//! Gusts as isotropic turbulence.

use super::{Density, octuples};
use crate::covariance::kernel::{Estimate, InvalidParameter, positive};
use crate::covariance::spectral::Tail;
use std::f64::consts::TAU;
use std::fmt;

/// f G(f) = C 4 x / (1 + 70.8 x²)^(5/6), x = f L / U: T. von Kármán (1948), Progress in the statistical theory of
/// turbulence, Proc. Natl. Acad. Sci. 34, as T. Burton et al. (2001), Wind Energy Handbook, eq. 2.24, print it. Their
/// 70.8 is rounded and leaves an area of 0.99986: C scales it to 1.
#[derive(Clone, Copy, Debug, PartialEq)]
pub struct VonKarman {
    length: f64,
    mean_speed: f64,
}

/// Before x².
const ROUNDED: f64 = 70.8;

impl VonKarman {
    /// From the length scale in m and the mean speed in m/s.
    pub fn new(length: f64, mean_speed: f64) -> Result<Self, InvalidParameter> {
        const NAME: &str = "von_karman";
        Ok(Self {
            length: positive(NAME, "length", length)?,
            mean_speed: positive(NAME, "mean_speed", mean_speed)?,
        })
    }

    /// sqrt(70.8) x over omega, in s.
    fn time(&self) -> f64 {
        ROUNDED.sqrt() * self.length / (TAU * self.mean_speed)
    }
}

/// The integral of (1 + y²)^(-5/6) over y from 0: sqrt(pi)/2 Gamma(1/3)/Gamma(5/6).
const AREA: f64 = 2.103_273_157_988_180_5;

impl Density for VonKarman {
    fn density(&self, omega: f64) -> f64 {
        let y = self.time() * omega;
        self.time() / AREA * (1.0 + y * y).powf(-5.0 / 6.0)
    }

    /// 1: the only finite one.
    fn moment(&self, _order: u32) -> Estimate {
        Estimate::closed(1.0)
    }

    fn tail(&self) -> Tail {
        Tail::Power(5.0 / 3.0)
    }

    fn head(&self) -> f64 {
        0.0
    }

    fn grid(&self) -> Vec<f64> {
        octuples(1.0 / self.time())
    }
}

impl fmt::Display for VonKarman {
    fn fmt(&self, out: &mut fmt::Formatter<'_>) -> fmt::Result {
        let Self { length, mean_speed } = self;
        write!(out, "von_karman(length: {length} m, mean_speed: {mean_speed} m/s)")
    }
}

+++

PROMPT >> Lines in the listing above that hold the string "Estimate" need counting. Please reply with the total only.

EXPECTED OUTPUT >> 3